Personal information
- Full name: Oliver Joseph Price
- Born: 12 June 2001 (age 25) Oxford, Oxfordshire, England
- Batting: Right-handed
- Bowling: Right-arm off break
- Role: All-rounder
- Relations: Tom Price (brother)

Domestic team information
- 2021–present: Gloucestershire (squad no. 67)
- FC debut: 5 July 2021 Gloucestershire v Middlesex
- LA debut: 12 August 2021 Gloucestershire v Kent

Career statistics
| Competition | FC | LA | T20 |
| Matches | 65 | 44 | 45 |
| Runs scored | 3,472 | 1,689 | 624 |
| Batting average | 31.00 | 43.30 | 17.82 |
| 100s/50s | 6/18 | 4/7 | 0/1 |
| Top score | 253* | 122 | 51 |
| Balls bowled | 3,889 | 1,007 | 401 |
| Wickets | 47 | 26 | 29 |
| Bowling average | 52.14 | 38.03 | 21.03 |
| 5 wickets in innings | 1 | 0 | 0 |
| 10 wickets in match | 0 | 0 | 0 |
| Best bowling | 6/45 | 2/12 | 3/21 |
| Catches/stumpings | 80/– | 26/– | 30/– |
- Source: Cricinfo, 27 September 2026

= Ollie Price =

English cricketer (born 2001)

Oliver Joseph Price (born 12 June 2001) is an English cricketer.
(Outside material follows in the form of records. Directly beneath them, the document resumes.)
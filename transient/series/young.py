"""Compiled: what breaks younger than the window add to the base of each instant."""

from __future__ import annotations

import numpy as np

from transient.compiled import compiled, part
from transient.series.early import HALF, MIDDLE
from transient.series.evaluation import SHORT

SLOW = 0.4  # exponentials slower than this on an octave's smallest age are developed in powers of time
ROUNDING = 8.0 * 2.0**-52
NOISE = 1e-11  # a jump of value, slope ... below this share of the terms it is the difference of is round-off

# Gauss-Legendre on 0 .. 1 for pulses: n points leave about (length / 4 age)^2n, so 3 or 4 do for brief ones.
BRIEFEST, BRIEF = 0.008, 0.04
_X = np.zeros((6, 5))
_W = np.zeros((6, 5))
for _count in (3, 4, 5):
    _X[_count, :_count], _W[_count, :_count] = np.polynomial.legendre.leggauss(_count)
    _X[_count] = 0.5 * (_X[_count] + 1.0)
    _W[_count] *= 0.5


@part
def difference(poly, coeff, exponent, left, j, base, offset, cubic, terms, rates, owners):  # type: ignore[no-untyped-def]
    """Piece j less the base continued to it: ``cubic`` (3, 4), ``terms``, ``rates`` (3, 2K), ``owners`` (3, 2K).

    ``base`` >= 0: that piece, begun ``offset`` earlier; below 0: the constant ``left``.
    """
    width = coeff.shape[2]
    for i in range(3):
        for d in range(4):
            cubic[i, d] = poly[j, i, d]
        for k in range(width):
            terms[i, k] = coeff[j, i, k]
            rates[i, k] = exponent[j, i, k]
            owners[i, k] = j
            terms[i, width + k] = 0.0
            owners[i, width + k] = j
        if base < 0:
            cubic[i, 0] -= left[i]
            continue
        c = poly[base, i]
        x = offset
        cubic[i, 0] -= c[0] + x * (c[1] + x * (c[2] + x * c[3]))
        cubic[i, 1] -= c[1] + x * (2.0 * c[2] + x * 3.0 * c[3])
        cubic[i, 2] -= c[2] + 3.0 * x * c[3]
        cubic[i, 3] -= c[3]
        for k in range(width):
            if coeff[base, i, k] != 0.0:
                s = exponent[base, i, k]
                was = coeff[base, i, k] * np.exp(s * x)
                if terms[i, k] != 0.0 and abs(s - rates[i, k]) <= 1e-13 * abs(s):
                    gone = terms[i, k] - was
                    terms[i, k] = gone if abs(gone) > NOISE * abs(was) else 0.0
                else:
                    terms[i, width + k] = -was
                    rates[i, width + k] = s
                    owners[i, width + k] = base


@part
def _terms(poly, coeff, exponent, left, j, base, offset, scale, i, order):  # type: ignore[no-untyped-def]
    """Sum of the magnitudes that the ``order``-th derivative's jump at piece j is the difference of.

    Exponentials too fast for ``scale`` are no part of it.
    """
    size = abs(left[i]) if (base < 0 and order == 0) else 0.0
    factor = 1.0
    for d in range(2, order + 1):
        factor *= d
    if order < 4:
        size += factor * abs(poly[j, i, order])
    for k in range(coeff.shape[2]):
        if coeff[j, i, k] != 0.0 and abs(exponent[j, i, k]) * scale < SLOW:
            size += abs(coeff[j, i, k]) * abs(exponent[j, i, k]) ** order
    if base >= 0:
        power = factor
        for d in range(order, 4):
            size += power * abs(poly[base, i, d])
            power *= offset * (d + 1) / (d + 1 - order)
        for k in range(coeff.shape[2]):
            if coeff[base, i, k] != 0.0 and abs(exponent[base, i, k]) * scale < SLOW:
                s = exponent[base, i, k]
                size += abs(coeff[base, i, k]) * abs(s) ** order * np.exp(s.real * offset)
    return size


@part
def clean(poly, coeff, exponent, left, j, base, offset, scale, late, i, order, jump):  # type: ignore[no-untyped-def]
    """The jump of the ``order``-th derivative of input i, exactly 0 where it is the round-off of its terms, or of the
    time ``late`` at which piece j begins."""
    noise = NOISE * _terms(poly, coeff, exponent, left, j, base, offset, scale, i, order)
    noise += ROUNDING * abs(late) * _terms(poly, coeff, exponent, left, j, base, offset, scale, i, order + 1)
    return jump if abs(jump) > noise else 0.0


@part
def _held(rate):  # type: ignore[no-untyped-def]
    """Whether the contour holds this pole inside, whatever its size."""
    return rate.real < 0.0 and abs(rate.imag) <= 1e-3 * abs(rate.real)


@part
def chebyshev(x, out):  # type: ignore[no-untyped-def]
    """out[n] = T_n(x)."""
    out[0] = 1.0
    out[1] = x
    for n in range(2, len(out)):
        out[n] = 2.0 * x * out[n - 1] - out[n - 2]


@part
def add_table(amount, series, reach, turn, out, size):  # type: ignore[no-untyped-def]
    """Add ``amount`` times the tabulated answers ``series`` (Q, TERMS) at the place ``turn`` (TERMS)."""
    for q in range(len(out)):
        total = 0.0
        for n in range(len(turn)):
            total += series[q, n] * turn[n]
        out[q] += amount * total
        size[q] += abs(amount) * reach[q]


@part
def _add_instant(poly, coeff, exponent, left, j, base, offset, late, cubic, terms, sudden, out):  # type: ignore[no-untyped-def]
    """Add the answer at the very instant of break ``j``: only a jump of value is felt at once."""
    for i in range(3):
        jump = cubic[i, 0]
        for m in range(terms.shape[1]):
            jump += terms[i, m].real
        jump = clean(poly, coeff, exponent, left, j, base, offset, 0.0, late, i, 0, jump)
        for q in range(len(out)):
            if jump != 0.0 and sudden[i, q] != 0.0:
                out[q] += sudden[i, q] * jump


@part
def _jump(cubic, terms, rates, scale, order):  # type: ignore[no-untyped-def]
    """Jump of the ``order``-th derivative of an input, fast exponentials left out."""
    jump = 0.0
    if order < 4:
        factor = 1.0
        for c in range(2, order + 1):
            factor *= c
        jump = factor * cubic[order]
    for m in range(len(terms)):
        if terms[m] != 0.0 and abs(rates[m]) * scale < SLOW:
            jump += (terms[m] * rates[m] ** order).real
    return jump


@part
def _add_jumps(jumps, terms, rates, scale, series, reach, turn, out, size):  # type: ignore[no-untyped-def]
    """Add the answers to the ``jumps`` (4,) of value, slope ... and to the higher ones of slow exponentials."""
    for d in range(series.shape[0] - 1):
        jump = jumps[d] if d < 4 else _jump(jumps, terms, rates, scale, d)
        if jump != 0.0:
            add_table(jump, series[d + 1], reach[d + 1], turn, out, size)


@compiled
def add_young(
    starts, lengths, poly, coeff, exponent, left, piece, offset, base, levels, row_of_level, series, reach, contours,
    smallest, node, node_weight, whole, whole_index, sudden, out, size,
):  # type: ignore[no-untyped-def]
    """Add to ``out`` and ``size`` (n, Q) what the breaks younger than the window add to the base.

    ``series`` (L, orders, 3, Q, TERMS), ``reach`` (L, orders, 3, Q), ``contours`` (L, NODES, 3, Q) by row of level.
    """
    width = coeff.shape[2]
    cubic = np.zeros((3, 4))
    terms = np.zeros((3, 2 * width), np.complex128)
    rates = np.zeros((3, 2 * width), np.complex128)
    owners = np.zeros((3, 2 * width), np.int64)
    turn = np.zeros(series.shape[4])
    lost = np.zeros(out.shape[1], np.complex128)
    at = 0
    for e in range(len(piece)):
        last, k = piece[e], base[e]
        reference, anchor = -1, max(k, 0)
        if k >= 0 and (k == last or lengths[k] >= SHORT * ((starts[last] - starts[k + 1]) + offset[e])):
            reference = k
        for j in range(anchor, last + 1):
            level = levels[at]
            at += 1
            if j == reference:
                continue
            age = (starts[last] - starts[j]) + offset[e] if j < last else offset[e]
            pulse = j < last and lengths[j] < SHORT * ((starts[last] - starts[j + 1]) + offset[e])
            since = 0.0
            if reference >= 0:
                since = lengths[reference] if j == reference + 1 else starts[j] - starts[reference]
            difference(poly, coeff, exponent, left[anchor], j, reference, since, cubic, terms, rates, owners)
            if level < 0:
                _add_instant(
                    poly, coeff, exponent, left[anchor], j, reference, since, starts[j], cubic, terms, sudden, out[e]
                )
                reference = j
                continue
            row = row_of_level[level]
            scale = smallest[row]
            if pulse:
                for i in range(3):
                    _add_pulse(
                        lengths[j], age, scale, cubic[i], terms[i], rates[i], series[row, 0, i], reach[row, 0, i],
                        turn, out[e], size[e],
                    )
                continue
            for i in range(3):
                for d in range(4):
                    cubic[i, d] = _jump(cubic[i], terms[i], rates[i], scale, d)
                    if cubic[i, d] != 0.0:
                        cubic[i, d] = clean(
                            poly, coeff, exponent, left[anchor], j, reference, since, scale, starts[j], i, d,
                            cubic[i, d],
                        )
            chebyshev((age / scale - MIDDLE) / HALF, turn)
            for i in range(3):
                answers, sizes = series[row, :, i], reach[row, :, i]
                _add_jumps(cubic[i], terms[i], rates[i], scale, answers, sizes, turn, out[e], size[e])
                for m in range(2 * width):
                    if terms[i, m] != 0.0 and abs(rates[i, m]) * scale >= SLOW:
                        _add_fast(
                            terms[i, m], rates[i, m], age, scale, contours[row, :, i],
                            whole[whole_index[owners[i, m], i, m % width], i], node, node_weight, lost, out[e], size[e],
                        )
            reference = j


@part
def _add_pulse(length, age, scale, cubic, terms, rates, series, reach, turn, out, size):  # type: ignore[no-untyped-def]
    """Add the answer to a piece over and done with: its shape against the answer to a unit pulse."""
    moving = cubic[0] != 0.0 or cubic[1] != 0.0 or cubic[2] != 0.0 or cubic[3] != 0.0
    quickest = 0.0
    for m in range(len(terms)):
        if terms[m] != 0.0:
            moving = True
            quickest = max(quickest, abs(rates[m]))
    if not moving:
        return
    # Waves within a pulse need points of their own.
    points = 5
    if quickest * length < 0.01:
        share = length / (age - length)
        points = 3 if share < BRIEFEST else (4 if share < BRIEF else 5)
    panels = 1 + int(quickest * length)
    step = length / panels
    for p in range(panels):
        for g in range(points):
            x = (p + _X[points, g]) * step
            value = cubic[0] + x * (cubic[1] + x * (cubic[2] + x * cubic[3]))
            for m in range(len(terms)):
                if terms[m] != 0.0:
                    value += (terms[m] * np.exp(rates[m] * x)).real
            chebyshev(((age - x) / scale - MIDDLE) / HALF, turn)
            add_table(value * _W[points, g] * step, series, reach, turn, out, size)


@part
def _add_fast(term, rate, age, scale, contour, whole, node, node_weight, lost, out, size):  # type: ignore[no-untyped-def]
    """Add the answer to Re(term exp(rate t)) begun ``age`` ago, by the contour; poles outside it by their residue."""
    outputs = len(out)
    held = _held(rate)
    for q in range(outputs):
        lost[q] = 0.0
        if not held:
            lost[q] = term * whole[q]
            add = lost[q] * np.exp(rate * age)
            out[q] += add.real
            size[q] += abs(add)
    for c in range(len(node)):
        s = node[c] / scale
        bottom = s * s - 2.0 * rate.real * s + (rate.real * rate.real + rate.imag * rate.imag)
        drive = (term.real * s - (term * np.conj(rate)).real) / bottom
        turn = np.exp(s * age) * node_weight[c] / scale
        for q in range(outputs):
            total = drive * contour[c, q] - (lost[q].real * s - (lost[q] * np.conj(rate)).real) / bottom
            add = turn * total
            out[q] += add.imag
            size[q] += abs(add)
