"""Eigenvalues, eigenfunctions and weights of a gap at rest, for every shape and pair of wall conditions.

Eigenfunctions are ``r^-nu C_nu(lambda r)`` with C a Bessel function of order nu = (m - 1)/2.  Written as
amplitude and phase, ``phi = r^(-nu-1/2) Im[h_nu(lambda r) exp(i psi)]`` with h the reduced Hankel function, the
characteristic equation of every case is "phase gained across the gap = n pi": increasing, so no root is missed.
"""

from __future__ import annotations

from dataclasses import dataclass
from functools import lru_cache

import numpy as np
from scipy.special import j0, j1

from transient.series.basis import hankel_slopes, reduced_hankel
from transient.series.gapshape import FREE, GapShape
from transient.series.weak import WEAK, bessel_mean, bessel_mode, weak_root

_STEPS = 60
# Below this lambda times the inner radius a thin inner cylinder is told by the Bessel functions themselves.
THIN = 1.0
# From this inner radius over gap on the norms are taken without the differences of the two ends.
NARROW = 100.0
_SLOW = 30.0
_GAUSS = np.polynomial.legendre.leggauss(56)


@dataclass(frozen=True, eq=False)
class Modes:
    """The first M modes: ``rate`` (M,) = lambda^2, ``root`` (M,) = lambda.

    ``share`` (M, 3): projection of the unit steady flows (lower speed, upper speed, pressure drop) on each mode.
    ``stress`` (M, 2): traction of each mode on the walls; ``mean`` (M,).  ``doubt``: relative error of the roots, where
    weakly held fluid leaves more than round-off.
    """

    shape: GapShape
    root: np.ndarray
    rate: np.ndarray
    share: np.ndarray
    stress: np.ndarray
    mean: np.ndarray
    phase: np.ndarray
    doubt: float

    def velocity(self, y: np.ndarray) -> np.ndarray:
        """Eigenfunctions (M, k) at ``y`` (k,) in gaps from the lower wall."""
        shape, y = self.shape, np.asarray(y, dtype=float)
        if shape.axis:
            return j0(self.root[:, None] * y)
        r = shape.a + y
        turn = np.exp(1j * (self.root[:, None] * y - self.phase[:, None]))
        if shape.metric == 0:
            return turn.imag
        # Near a thin inner cylinder h is large and its phase all that is left: there the functions themselves.
        thin = self.root * shape.a < THIN
        out = np.empty((len(self.root), len(y)))
        out[thin] = bessel_mode(shape, self.root[thin, None], y)
        z = self.root[~thin, None] * r
        out[~thin] = r ** (-shape.order - 0.5) * (reduced_hankel(shape.order, z) * turn[~thin]).imag
        return out


@lru_cache(maxsize=256)
def modes(shape: GapShape, count: int) -> Modes:
    """The ``count`` slowest modes of a gap with at least one wall that holds the fluid back."""
    root = roots(shape, count)
    doubt = _doubt(root, shape)
    phase = _lower_phase(shape, root) if not shape.axis else np.zeros(count)
    values, slopes = _ends(shape, root)
    rate = root**2
    weight = np.array([shape.a, shape.b]) ** shape.metric if shape.metric else np.ones(2)
    flux = slopes * weight
    norm = _norms(shape, root, phase, values, slopes)
    push = flux[:, 0] - flux[:, 1]
    share = np.stack([flux[:, 0], -flux[:, 1], push / rate], axis=1) / (rate * norm)[:, None]
    if shape.lower == FREE or shape.axis:
        share[:, 0] = 0.0
    if shape.upper == FREE:
        share[:, 1] = 0.0
    if shape.metric == 3:
        share[:, 2] = 0.0
        # r C_1 integrates to -C_0 / lambda, and C_0 = 2 C_1 / z - C_2
        spins = 2 * values + slopes * np.array([shape.a, shape.b])
        mean = (spins[:, 0] - spins[:, 1]) / rate
        if _weak(shape, root):
            mean[0] = bessel_mean(shape, root[0])
    else:
        mean = push / rate / shape.volume
    stress = slopes * np.array([shape.levers[0], -shape.levers[1]])
    return Modes(shape, root, rate, share, stress, mean, phase, doubt)


def roots(shape: GapShape, count: int) -> np.ndarray:
    """The ``count`` smallest positive roots (count,), to a few units of round-off."""
    target = np.pi * (np.arange(1, count + 1) + _first(shape))
    low, high = np.full(count, 1e-9), target + 2 * np.pi
    low = np.maximum(low, target - 2.5 * np.pi)
    x = np.maximum(target, 0.5)
    for _ in range(_STEPS):
        gap = _gain(shape, x) - target
        low, high = np.where(gap < 0, x, low), np.where(gap >= 0, x, high)
        step = 1e-6 * x
        slope = (_gain(shape, x + step) - _gain(shape, x - step)) / (2 * step)
        new = x - gap / np.where(slope > 0, slope, 1.0)
        new = np.where((slope > 0) & (new > low) & (new < high), new, (low + high) / 2)
        done = np.abs(new - x) <= 4e-16 * new
        x = new
        if done.all():
            break
    if _weak(shape, x):
        x[0] = weak_root(shape, 0.98 * x[1])[0]
    return x


def _doubt(root: np.ndarray, shape: GapShape) -> float:
    """Largest relative error of the roots: round-off of the phases over how fast they turn."""
    kept = root[_weak(shape, root) :]
    step = 1e-5 * kept
    slope = (_gain(shape, kept + step) - _gain(shape, kept - step)) / (2 * step)
    doubt = float((2.3e-16 * np.pi * np.arange(1, len(kept) + 1) / (kept * slope)).max())
    return max(doubt, weak_root(shape, 0.98 * root[1])[1]) if len(kept) < len(root) else doubt


def _weak(shape: GapShape, root: np.ndarray) -> int:
    """How many modes (none or one) are slow enough to be written in Bessel functions themselves."""
    return int(shape.metric != 0 and root[0] < WEAK)


def _first(shape: GapShape) -> float:
    """Offset of the phase targets: where the count of modes starts."""
    return -0.25 if shape.axis else 0.0


def _gain(shape: GapShape, root: np.ndarray) -> np.ndarray:
    """Phase gained across the gap by a solution that meets the lower wall's condition, plus the upper wall's."""
    gain = root + _upper_phase(shape, root)
    return gain if shape.axis else gain - _lower_phase(shape, root)


def _lower_phase(shape: GapShape, root: np.ndarray) -> np.ndarray:
    return _end_phase(shape, root, shape.a, shape.lower, -1j)


def _upper_phase(shape: GapShape, root: np.ndarray) -> np.ndarray:
    return _end_phase(shape, root, shape.b, shape.upper, 1j)


def _end_phase(shape: GapShape, root: np.ndarray, r: float, slip: float, turn: complex) -> np.ndarray:
    """Argument of h_nu + turn slip lambda h_(nu+1): the wall's condition as a phase, continuous in lambda."""
    value, next_value = _hankels(shape, root * r)
    ratio = turn * next_value / value
    if slip == FREE:
        return np.angle(value) + np.angle(ratio)
    return np.angle(value) + np.angle(1.0 + slip * root * ratio)


def _hankels(shape: GapShape, z: np.ndarray) -> tuple[np.ndarray, np.ndarray]:
    if shape.metric == 0:
        one = np.ones(z.shape, complex)
        return one, one
    return reduced_hankel(shape.order, z), reduced_hankel(shape.order + 1, z)


def _ends(shape: GapShape, root: np.ndarray) -> tuple[np.ndarray, np.ndarray]:
    """Values and slopes of the eigenfunctions at both ends, each (M, 2).

    The walls' conditions and Re[h_(nu+1) conj(h_nu)] = 1 (the Wronskian, A&S 9.1.16) leave one modulus.
    """
    if shape.axis:
        zero = np.zeros_like(root)
        return np.stack([zero + 1, j0(root)], 1), np.stack([zero, -root * j1(root)], 1)
    sign = np.where(np.arange(1, len(root) + 1) % 2, -1.0, 1.0)
    values, slopes = np.zeros((len(root), 2)), np.zeros((len(root), 2))
    for end, (r, side, slip) in enumerate(((shape.a, 1.0, shape.lower), (shape.b, -1.0, shape.upper))):
        value, next_value = _hankels(shape, root * r)
        size = (r ** (-shape.order - 0.5) if shape.metric else 1.0) * (1.0 if end == 0 else sign)
        if slip == FREE:
            values[:, end] = side * size / np.abs(next_value)
        else:
            slopes[:, end] = size * root / np.abs(value - side * 1j * slip * root * next_value)
            values[:, end] = side * slip * slopes[:, end]
    return values, slopes


def _norms(shape: GapShape, root: np.ndarray, phase: np.ndarray, values: np.ndarray, slopes: np.ndarray) -> np.ndarray:
    """Integral of r^m phi^2 (M,)."""
    if shape.a < NARROW:
        return _norms_by_ends(shape, root, values, slopes)
    out = np.empty_like(root)
    slow = root < _SLOW
    y, weight = 0.5 * (_GAUSS[0] + 1.0), 0.5 * _GAUSS[1]
    z = root[slow, None] * (shape.a + y)
    turn = np.exp(1j * (root[slow, None] * y - phase[slow, None]))
    out[slow] = (reduced_hankel(shape.order, z) * turn).imag ** 2 @ weight
    out[~slow] = _norms_by_parts(shape, root[~slow], phase[~slow])
    return out


def _norms_by_ends(shape: GapShape, root: np.ndarray, values: np.ndarray, slopes: np.ndarray) -> np.ndarray:
    """From d[r^(m+1) (phi'^2 + lambda^2 phi^2)] and one integration by parts (own derivation)."""
    ends = np.array([shape.a, shape.b])
    m = shape.metric
    energy = ends ** (m + 1) * (slopes**2 + root[:, None] ** 2 * values**2)
    cross = (1 - m) * ends**m * values * slopes if m else values * slopes
    total = energy - cross
    return (total[:, 1] - total[:, 0]) / (2 * root**2)


def _norms_by_parts(shape: GapShape, root: np.ndarray, phase: np.ndarray) -> np.ndarray:
    """In a nearly closed annulus the ends nearly cancel: mean of |h|^2, less the wave of h^2 by parts."""
    y, weight = np.polynomial.legendre.leggauss(6)
    y, weight = 0.5 * (y + 1.0), 0.5 * weight
    mean = np.abs(reduced_hankel(shape.order, root[:, None] * (shape.a + y))) ** 2 @ weight
    wave = 0.0
    for sign, r, distance in ((1.0, shape.b, 1.0), (-1.0, shape.a, 0.0)):
        h, first, second = hankel_slopes(shape.order, root * r)
        rate = 2j * root
        terms = h * h / rate - 2 * h * first * root / rate**2 + 2 * (first**2 + h * second) * root**2 / rate**3
        wave = wave + sign * (terms * np.exp(2j * (root * distance - phase))).real
    return 0.5 * (mean - wave)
He is the younger brother of fellow cricketer Tom Price. He was educated at Magdalen College School in Oxford before attending Durham University. He made his debut aged 17 for Oxfordshire in the minor counties competition. He made his first-class debut on 5 July 2021, for Gloucestershire in the 2021 County Championship. He made his List A debut on 12 August 2021, for Gloucestershire in the 2021 Royal London One-Day Cup. He made his Twenty20 debut on 29 May 2022, for Gloucestershire against the Sri Lanka Cricket Development XI during their tour of England.